Out of the records below, copy all lines in which the word "include" occurs.

── DATA SECTION ──

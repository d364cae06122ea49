#!/usr/bin/env bash
# Builds Dear ImGui for WebAssembly into DEST (lib/libimgui.a, include/imgui/
# with backends/) from Debian's `imgui` source package at IMGUI_DEBIAN_VERSION:
# the core, std::string input helpers, and the SDL2 and OpenGL 3 (WebGL 2)
# backends, compiled against the SDL2 built by sdl2.sh (SDL2_PREFIX). The same
# ImGui version as the native build's libimgui-dev.
# Usage: IMGUI_DEBIAN_VERSION=1.86+ds-1 SDL2_PREFIX=DIR imgui.sh DEST
set -euo pipefail

dest=$1
: "${IMGUI_DEBIAN_VERSION:?set IMGUI_DEBIAN_VERSION to the Debian version of the imgui source package}"
: "${SDL2_PREFIX:?set SDL2_PREFIX to the SDL2 built by sdl2.sh}"

work=$(mktemp -d "${TMPDIR:-/tmp}/tamis-imgui.XXXXXX")
trap 'rm -rf "$work"' EXIT
cd "$work"

if ! apt-get source --download-only -q "imgui=$IMGUI_DEBIAN_VERSION"; then
  echo "imgui.sh: apt-get source failed; it needs deb-src entries in the apt sources (./dev.sh install adds them)" >&2
  exit 1
fi
dpkg-source -x imgui_*.dsc imgui >/dev/null

sources=(imgui.cpp imgui_draw.cpp imgui_tables.cpp imgui_widgets.cpp misc/cpp/imgui_stdlib.cpp
         backends/imgui_impl_sdl.cpp backends/imgui_impl_opengl3.cpp)
objects=() compilers=()
for source in "${sources[@]}"; do
  object=$work/$(basename "$source" .cpp).o
  em++ -O2 -std=c++17 -fwasm-exceptions -DIMGUI_DISABLE_FILE_FUNCTIONS -Iimgui -Iimgui/backends \
    -I"$SDL2_PREFIX/include/SDL2" -c "imgui/$source" -o "$object" &
  compilers+=($!)
  objects+=("$object")
done
for compiler in "${compilers[@]}"; do wait "$compiler"; done
mkdir -p "$dest/lib" "$dest/include/imgui/backends"
emar rcs "$dest/lib/libimgui.a" "${objects[@]}"
cp imgui/imgui.h imgui/imconfig.h imgui/imgui_internal.h imgui/imstb_textedit.h imgui/misc/cpp/imgui_stdlib.h \
  "$dest/include/imgui/"
cp imgui/backends/imgui_impl_sdl.h imgui/backends/imgui_impl_opengl3.h imgui/backends/imgui_impl_opengl3_loader.h \
  "$dest/include/imgui/backends/"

───

* _ANSWER TO THE EXERCISE_
# Builds Dear ImGui for WebAssembly into DEST (lib/libimgui.a, include/imgui/
    -I"$SDL2_PREFIX/include/SDL2" -c "imgui/$source" -o "$object" &
mkdir -p "$dest/lib" "$dest/include/imgui/backends"
  "$dest/include/imgui/"
  "$dest/include/imgui/backends/"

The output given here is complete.